In [1]:
import json

from bs4 import BeautifulSoup
from tqdm import tqdm
from textrank4zh import TextRank4Sentence

In [2]:
origin_test_path = "2021_2_data/doc_quality_data_test.json"
origin_train_path = "2021_2_data/doc_quality_data_train.json"

processed_test_path = "2021_2_data/processed_test.json"
processed_train_path = "2021_2_data/processed_train.json"

In [3]:
def remove_upprintable_chars(s):
    """移除所有不可见字符"""
    return ''.join(x for x in s if x.isprintable() or x=='\n')

In [4]:
def get_paragraphs_list(body):
    parser_body_list_ = [remove_upprintable_chars(s) for s in BeautifulSoup(body, 'html.parser')._all_strings()]
    parser_body_str = "".join(parser_body_list_)
    parser_body_list = []
    for ss in parser_body_str.split('\n'):
        ss = ss.strip()
        if len(ss) > 0 and \
        not (len(ss)<30 and ss[0] in ['（', '('] and ss[-1] in ['）', ')']) and \
        not (len(ss)<50 and (ss.startswith("资料图") or ss.startswith("图"))):
            parser_body_list.append(ss)
    return parser_body_list, len(parser_body_list_)

In [5]:
def get_remove_title_paragraphs_list(body, title):
    parser_body_list, body_len = get_paragraphs_list(body)
    end_index = 1
    # 大于1说明有html标签
    if body_len > 1:
        end_index = 2
    paragraphs_list = []
    # 检查 标题是否出现在前两个元素中 (有可能存在标签<p class=\"ori_titlesource\">,会有"原标题: title"的情况出现)
    for sentence in parser_body_list[:end_index]:
        for _ in range(2):
            title_index = sentence.find(title)
            if title_index > -1 and title_index < 2 * len(title):
                sentence = sentence[title_index + len(title) :]
        sentence = sentence.strip()
        if len(sentence) > 0:
            paragraphs_list.append(sentence)
    for sentence in parser_body_list[end_index:]:
        sentence = sentence.strip()
        if len(sentence) > 0:
            paragraphs_list.append(sentence)
    return paragraphs_list

In [6]:
def get_source(paragraphs_list):
    tmp = paragraphs_list[:2]
    if len(tmp) > 2:
        tmp.append(paragraphs_list[-1])
    char_num = 6
    source = ""
    for sentence in tmp:
        # print(f"get_source:{sentence}")
        source_index = sentence[:char_num].find("社")
        if source_index > -1:
            source = sentence[:source_index+1]
            break
        source_index = sentence[:char_num].find("网")
        if source_index > -1:
            source = sentence[:source_index+1]
            break
        source_index = sentence[:char_num].find("报")
        if source_index > -1:
            source = sentence[:source_index+1]
            break
        source_index = sentence[:char_num].find("刊")
        if source_index > -1:
            source = sentence[:source_index+1]
            break
        source_index = sentence[:char_num].find("讯")
        if source_index > -1:
            source = sentence[:source_index]
            break
            
    if source.startswith('文/'):
        source = source[2:]
    if source.startswith('来源：'):
        source = source[3:]
    if source.startswith('图源：'):
        source = source[3:]
        
    index = source.find("，")
    if index > -1:
        source = source[index+1:]
    index = source.find("。

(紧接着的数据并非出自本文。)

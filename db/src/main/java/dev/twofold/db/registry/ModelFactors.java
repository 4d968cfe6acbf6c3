package dev.twofold.db.registry;

import java.util.BitSet;

/**
 * The learned numbers of one model version, as flat row-major float32 arrays (stride = rank).
 * Rows of users or items that had no training data are zero and their bit in {@code knownUsers} /
 * {@code knownItems} is clear; only known rows are stored.
 *
 * @param rank           k
 * @param userFactors    P, numUsers × k
 * @param userBias       b_u, numUsers
 * @param knownUsers     users with factors learned from data (ratings or trust)
 * @param itemFactors    Q, numItems × k
 * @param itemBias       b_i, numItems
 * @param itemPopularity popularity score used to serve users nobody knows (higher first)
 * @param knownItems     items with factors learned from ratings
 * @param trustFactors   Z, numUsers × k: the trustee side of T ≈ P·Zᵀ, or null when the coupling is not {@code shared}
 */
public record ModelFactors(
        int rank,
        float[] userFactors,
        float[] userBias,
        BitSet knownUsers,
        float[] itemFactors,
        float[] itemBias,
        float[] itemPopularity,
        BitSet knownItems,
        float[] trustFactors) {

    public int numUsers() {
        return userBias.length;
    }

    public int numItems() {
        return itemBias.length;
    }
}
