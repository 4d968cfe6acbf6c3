package dev.twofold.db.registry;

import dev.twofold.db.TwofoldException;
import java.util.Optional;

/**
 * Another retrain holds the retrain lock; this one stopped before changing anything. Exit code 75
 * (try again later). The message names the holder as well as PostgreSQL can tell.
 */
public final class RetrainLockedException extends TwofoldException {

    private final transient RetrainLock.Holder holder;

    public RetrainLockedException(String message, RetrainLock.Holder holder) {
        super(message);
        this.holder = holder;
    }

    /** Who holds the lock, when it could be found (it may have been released a moment ago). */
    public Optional<RetrainLock.Holder> holder() {
        return Optional.ofNullable(holder);
    }

    @Override
    public int exitCode() {
        return EXIT_LOCKED;
    }
}
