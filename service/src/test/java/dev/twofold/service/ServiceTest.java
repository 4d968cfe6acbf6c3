package dev.twofold.service;

import static org.junit.jupiter.api.Assertions.assertEquals;
import static org.junit.jupiter.api.Assertions.assertFalse;
import static org.junit.jupiter.api.Assertions.assertThrows;
import static org.junit.jupiter.api.Assertions.assertTrue;

import com.fasterxml.jackson.databind.JsonNode;
import dev.twofold.db.access.ApiKeys;
import dev.twofold.db.access.KeyRole;
import dev.twofold.service.access.KeyRing;
import dev.twofold.service.http.ProblemType;
import dev.twofold.service.testing.ApiClient;
import dev.twofold.service.testing.KitchenModel;
import java.io.ByteArrayOutputStream;
import java.io.IOException;
import java.io.InputStream;
import java.io.OutputStream;
import java.net.ConnectException;
import java.net.InetAddress;
import java.net.ServerSocket;
import java.net.Socket;
import java.net.http.HttpRequest;
import java.net.http.HttpResponse;
import java.nio.charset.StandardCharsets;
import java.time.Duration;
import java.util.List;
import java.util.concurrent.CompletableFuture;
import java.util.concurrent.TimeUnit;
import java.util.function.BooleanSupplier;
import org.junit.jupiter.api.Test;

class ServiceTest {

    /** Generous upper bound for waiting on the server; the tests never assert on elapsed time. */
    private static final Duration WAIT = Duration.ofSeconds(20);
    private static final Duration STOP_TIMEOUT = Duration.ofSeconds(15);

    private static ServiceSettings local() {
        return new ServiceSettings("127.0.0.1", 0, STOP_TIMEOUT, Duration.ofSeconds(2));
    }

    @Test
    void without_a_model_the_service_is_live_but_not_ready_and_v1_reads_say_retry_later() {
        try (Service service = new Service(local())) {
            ApiClient api = new ApiClient(service.start());
            assertEquals(200, api.get("/health/live").statusCode());

            for (HttpResponse<String> response : List.of(
                    api.get("/health/ready"),
                    api.get("/v1/users/cy/recommendations"),
                    api.postJson("/v1/predictions", "{\"pairs\": [{\"user\": \"cy\", \"item\": \"soup\"}]}"))) {
                assertEquals(503, response.statusCode(), response.body());
                assertEquals("application/problem+json", response.headers().firstValue("Content-Type").orElseThrow());
                assertEquals(ProblemType.MODEL_NOT_LOADED.uri(), ApiClient.json(response).path("type").asText());
                assertEquals("2", response.headers().firstValue("Retry-After").orElseThrow());
            }

            service.install(KitchenModel.build());
            HttpResponse<String> ready = api.get("/health/ready");
            assertEquals(200, ready.statusCode());
            assertEquals(KitchenModel.MODEL_ID, ApiClient.json(ready).path("model").asLong());
            assertEquals(200, api.get("/v1/users/cy/recommendations").statusCode());
        }
    }

    @Test
    void the_http_server_runs_on_a_fixed_pool_of_the_configured_size_and_answers_more_connections_than_threads()
            throws Exception {
        ServiceSettings eight = new ServiceSettings("127.0.0.1", 0, STOP_TIMEOUT, Duration.ofSeconds(2),
                ServiceSettings.DEFAULT_FRESH_USERS, true, ServiceSettings.MIN_HTTP_THREADS, Duration.ZERO, 0);
        try (Service service = new Service(eight)) {
            int port = service.start();
            service.install(KitchenModel.build());
            long threads = Thread.getAllStackTraces().keySet().stream()
                    .filter(t -> t.getName().startsWith("twofold-http")).count();
            assertEquals(ServiceSettings.MIN_HTTP_THREADS, threads, "the pool is started whole and never grows");
            // 24 clients at once on 8 threads (some taken by the acceptor and selector): all answered
            ApiClient api = new ApiClient(port);
            java.util.concurrent.ExecutorService clients = java.util.concurrent.Executors.newFixedThreadPool(24);
            try {
                List<CompletableFuture<Integer>> calls = new java.util.ArrayList<>();
                for (int c = 0; c < 24; c++) {
                    calls.add(CompletableFuture.supplyAsync(
                            () -> api.get("/v1/users/cy/recommendations").statusCode(), clients));
                }
                for (CompletableFuture<Integer> call : calls) {
                    assertEquals(200, call.get(WAIT.toSeconds(), TimeUnit.SECONDS));
                }
            } finally {
                clients.shutdownNow();
            }
            assertEquals(threads, Thread.getAllStackTraces().keySet().stream()
                    .filter(t -> t.getName().startsWith("twofold-http")).count());
        }
    }

    @Test
    void the_warm_up_sends_requests_to_a_throwaway_server_that_leaves_nothing_behind() throws Exception {
        // the warm-up answers requests (503s here: no model) ...
        assertTrue(dev.twofold.service.http.HttpWarmUp.run(() -> null, new dev.twofold.service.scoring.Ranker(),
                config -> { }, Duration.ofMillis(500),
                key -> dev.twofold.service.access.KeyRing.only(key, "warm-up", dev.twofold.db.access.KeyRole.READ)) > 0);
        // ... and a service that warms up counts none of them and serves as usual afterwards
        try (Service service = new Service(local().withWarmUp(Duration.ofSeconds(1)))) {
            service.install(KitchenModel.build());
            ApiClient api = new ApiClient(service.start());
            assertEquals(200, api.get("/health/ready").statusCode());
            String metrics = api.get("/metrics").body();
            assertFalse(metrics.contains("/recommendations") || metrics.contains("/similar"),
                    "warm-up requests were counted:\n" + metrics);
            assertFalse(metrics.contains("unauthorized"), "the warm-up's keyless request was counted as a refusal");
            assertTrue(metrics.contains("twofold_list_cache_lookups_total{outcome=\"hit\"} 0.0")
                    && metrics.contains("twofold_list_cache_lookups_total{outcome=\"miss\"} 0.0"),
                    "the warm-up's kept-list lookups were counted:\n" + metrics);
            assertTrue(Thread.getAllStackTraces().keySet().stream()
                    .noneMatch(t -> t.isAlive() && t.getName().startsWith("twofold-warm-up")));
            assertEquals(200, api.get("/v1/users/cy/recommendations").statusCode());
            assertTrue(api.get("/metrics").body().contains("/v1/users/{user}/recommendations"),
                    "a real request is counted");
        }
    }

    @Test
    void installing_a_model_replaces_the_previous_one_for_the_next_request() {
        try (Service service = new Service(local())) {
            ApiClient api = new ApiClient(service.start());
            assertTrue(service.install(KitchenModel.build()).isEmpty());
            var replaced = service.install(new dev.twofold.service.testing.RandomModel(3, 10, 10, 2, 1).model);
            assertEquals(KitchenModel.MODEL_ID, replaced.orElseThrow().id());
            assertEquals(11, ApiClient.json(api.get("/health/ready")).path("model").asLong());
        }
    }

    @Test
    void stopping_lets_a_request_in_flight_finish_and_refuses_new_connections() throws Exception {
        Service service = new Service(local());
        service.install(KitchenModel.build());
        int port = service.start();
        byte[] body = "{\"pairs\": [{\"user\": \"cy\", \"item\": \"soup\"}]}".getBytes(StandardCharsets.UTF_8);
        CompletableFuture<Void> closing;
        try (Socket socket = new Socket(InetAddress.getLoopbackAddress(), port)) {
            socket.setSoTimeout((int) WAIT.toMillis());
            OutputStream out = socket.getOutputStream();
            out.write(("POST /v1/predictions HTTP/1.1\r\nHost: 127.0.0.1\r\nContent-Type: application/json\r\n"
                    + "Content-Length: " + body.length + "\r\n\r\n").getBytes(StandardCharsets.US_ASCII));
            out.write(body, 0, 10);
            out.flush();
            awaitTrue("the request is being handled", () -> service.inFlightRequests() == 1);

            closing = CompletableFuture.runAsync(service::close);
            awaitTrue("new connections are refused", () -> refusesConnections(port));
            assertFalse(closing.isDone(), "close waits for the request in flight");

            out.write(body, 10, body.length - 10);
            out.flush();
            String response = readResponse(socket.getInputStream());
            assertTrue(response.startsWith("HTTP/1.1 200"), response);
            assertTrue(response.contains("\"predictions\""), response);
        }
        closing.get(WAIT.toMillis(), TimeUnit.MILLISECONDS);
        service.close();
    }

    @Test
    void close_is_safe_twice_and_without_start_and_a_closed_service_cannot_start() {
        Service never = new Service(local());
        never.close();
        never.close();
        assertThrows(IllegalStateException.class, never::start);

        Service service = new Service(local());
        int port = service.start();
        assertThrows(IllegalStateException.class, service::start);
        service.close();
        service.close();
        assertTrue(refusesConnections(port));
    }

    @Test
    void a_port_in_use_fails_start_with_a_message_naming_the_setting() throws IOException {
        try (ServerSocket taken = new ServerSocket(0, 1, InetAddress.getLoopbackAddress());
                Service service = new Service(new ServiceSettings("127.0.0.1", taken.getLocalPort(), STOP_TIMEOUT,
                        Duration.ofSeconds(1)))) {
            ServiceStartException e = assertThrows(ServiceStartException.class, service::start);
            assertTrue(e.getMessage().contains(Integer.toString(taken.getLocalPort()))
                    && e.getMessage().contains(ServiceSettings.PORT_VARIABLE), e.getMessage());
        }
    }

    @Test
    void the_key_ring_guards_v1_routes_with_their_role_and_leaves_health_open() {
        KeyRing keys = new KeyRing(1);
        try (Service service = new Service(local(), keys)) {
            service.install(KitchenModel.build());
            ApiClient api = new ApiClient(service.start());
            HttpResponse<String> notYet = api.get("/health/ready");
            assertEquals(503, notYet.statusCode(), "not ready before the keys were read");
            assertEquals(ProblemType.DATABASE_UNAVAILABLE.uri(), ApiClient.json(notYet).path("type").asText());

            keys.replace(List.of(new ApiKeys.LiveKey(1, "kitchen", KeyRole.READ, ApiKeys.hash("kitchen-key"))));
            HttpResponse<String> refused = api.get("/v1/users/cy/recommendations");
            assertEquals(401, refused.statusCode());
            assertTrue(refused.headers().firstValue("WWW-Authenticate").orElseThrow().startsWith("Bearer "));
            JsonNode problem = ApiClient.json(refused);
            assertEquals(ProblemType.UNAUTHORIZED.uri(), problem.path("type").asText());
            assertTrue(problem.path("detail").asText().contains("role read"), problem.toString());

            ApiClient reader = new ApiClient(api.uri("/").getPort(), "kitchen-key");
            assertEquals(200, reader.get("/v1/users/cy/recommendations").statusCode());
            HttpResponse<String> write = reader.postJson("/v1/ratings", "[]");
            assertEquals(403, write.statusCode(), write.body());
            assertEquals(ProblemType.FORBIDDEN.uri(), ApiClient.json(write).path("type").asText());
            assertEquals(200, api.get("/health/ready").statusCode());
            assertEquals(200, api.get("/openapi.yaml").statusCode());
        }
    }

    @Test
    void errors_outside_any_route_are_problems_too() {
        try (Service service = new Service(local())) {
            ApiClient api = new ApiClient(service.start());
            HttpResponse<String> tooLong = api.send(HttpRequest.newBuilder(api.uri("/health/live"))
                    .header("X-Filler", "y".repeat(64 * 1024)).GET());
            assertEquals(431, tooLong.statusCode(), tooLong.body());
            assertEquals("application/problem+json", tooLong.headers().firstValue("Content-Type").orElse(""));
            assertEquals(431, ApiClient.json(tooLong).path("status").asInt());
        }
    }

    private static boolean refusesConnections(int port) {
        try (Socket probe = new Socket()) {
            probe.connect(new java.net.InetSocketAddress(InetAddress.getLoopbackAddress(), port));
            return false;
        } catch (ConnectException e) {
            return true;
        } catch (IOException e) {
            return false;
        }
    }

    private static void awaitTrue(String what, BooleanSupplier condition) throws InterruptedException {
        long deadline = System.nanoTime() + WAIT.toNanos();
        while (!condition.getAsBoolean()) {
            if (System.nanoTime() > deadline) {
                throw new AssertionError("gave up waiting until " + what);
            }
            Thread.sleep(10);
        }
    }

    /** Reads one HTTP/1.1 response with a Content-Length body. */
    private static String readResponse(InputStream in) throws IOException {
        ByteArrayOutputStream seen = new ByteArrayOutputStream();
        int headerEnd = -1;
        int contentLength = -1;
        int b;
        while ((b = in.read()) != -1) {
            seen.write(b);
            String text = seen.toString(StandardCharsets.UTF_8);
            if (headerEnd < 0 && text.endsWith("\r\n\r\n")) {
                headerEnd = text.length();
                for (String line : text.split("\r\n")) {
                    if (line.toLowerCase().startsWith("content-length:")) {
                        contentLength = Integer.parseInt(line.substring(15).trim());
                    }
                }
            }
            if (headerEnd >= 0 && seen.size() >= headerEnd + Math.max(0, contentLength)) {
                break;
            }
        }
        return seen.toString(StandardCharsets.UTF_8);
    }
}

")
    if index > -1:
        source = source[index+1:]
    index = source.find("：")
    if index > -1:
        source = source[index+1:]
    index = source.find("据")
    if index > -1:
        source = source[index+1:]
    index = source.find("从")
    if index > -1:
        source = source[index+1:]
        
    source = remove_upprintable_chars(source)
    
    source = source.replace("】", "")
    source = source.replace("【", "")
    source = source.replace("]", "")
    source = source.replace("[", "")
    source = source.replace("（", "")
    source = source.replace("）", "")
    source = source.replace("(", "")
    source = source.replace(")", "")
    source = source.replace("◎", "")
    source = source.replace("■", "")
    source = source.replace("□", "")
    source = source.replace("。", "")
    source = source.replace("*", "")
    source = source.replace("◆", "")
    source = source.replace("@", "")
    source = source.replace("《", "")
    source = source.replace("》", "")
    source = source.replace("<", "")
    source = source.replace(">", "")
    source = source.replace("“", "")
    source = source.replace("”", "")
    source = source.replace("\"", "")
    source = source.replace("#", "")
    source = source.replace("△", "")
    source = source.replace("近日", "")
    
    source = source.strip()
    
    if len(source) <=1:
        source = ""
        
    if source in ['对于篮网', '有网', '本社', '本网', '本报', '本刊', '当今社', '不少网', '该报', '人社', '很多网', '在互联网', '北极星售电网', '美国媒体报', '此前报', '海报', '台湾媒体报',
                  '最近有网', '图片来自网', '现在网', '据港媒报', '天猫目前报', '从网', '国外媒体报', '随着现在社', '具体预报', '在现代社', '中国政府网', '通报', '针对网', '现代社', '核心提示：报',
                  '据报']:
        source = ""
        
    return source

In [7]:
def get_key_sentences(text, max_len=500):
    tr4s = TextRank4Sentence()
    tr4s.analyze(text=text, lower=True, source = 'all_filters')

    key_sentences = ""
    for item in tr4s.get_key_sentences(num=9999):
        # print(item.index, item.weight, item.sentence)  # index是语句在文本中位置，weight是权重
        key_sentences += item.sentence + "。"
        if len(key_sentences) > 500:
            break
    return key_sentences

In [8]:
def get_line_count(input_file_path):
    count = 0
    with open(input_file_path, 'r', encoding='utf-8') as input_file:
        for line in input_file:
            count += 1
    return count

In [9]:
def process_origin_file(origin_path, processed_path):
    origin_path_line_count = get_line_count(origin_path)
    with open(origin_path, 'r', encoding='utf-8') as origin_file, open(processed_path, 'w', encoding='utf-8') as processed_file:
        for line in tqdm(origin_file, total=origin_path_line_count):
            json_data = json.loads(line)

            title = remove_upprintable_chars(json_data['title'].strip())
            paragraphs_list = get_remove_title_paragraphs_list(json_data['body'], title)
            paragraphs_str = "\n".join(paragraphs_list)
            paragraphs_num = len(paragraphs_list)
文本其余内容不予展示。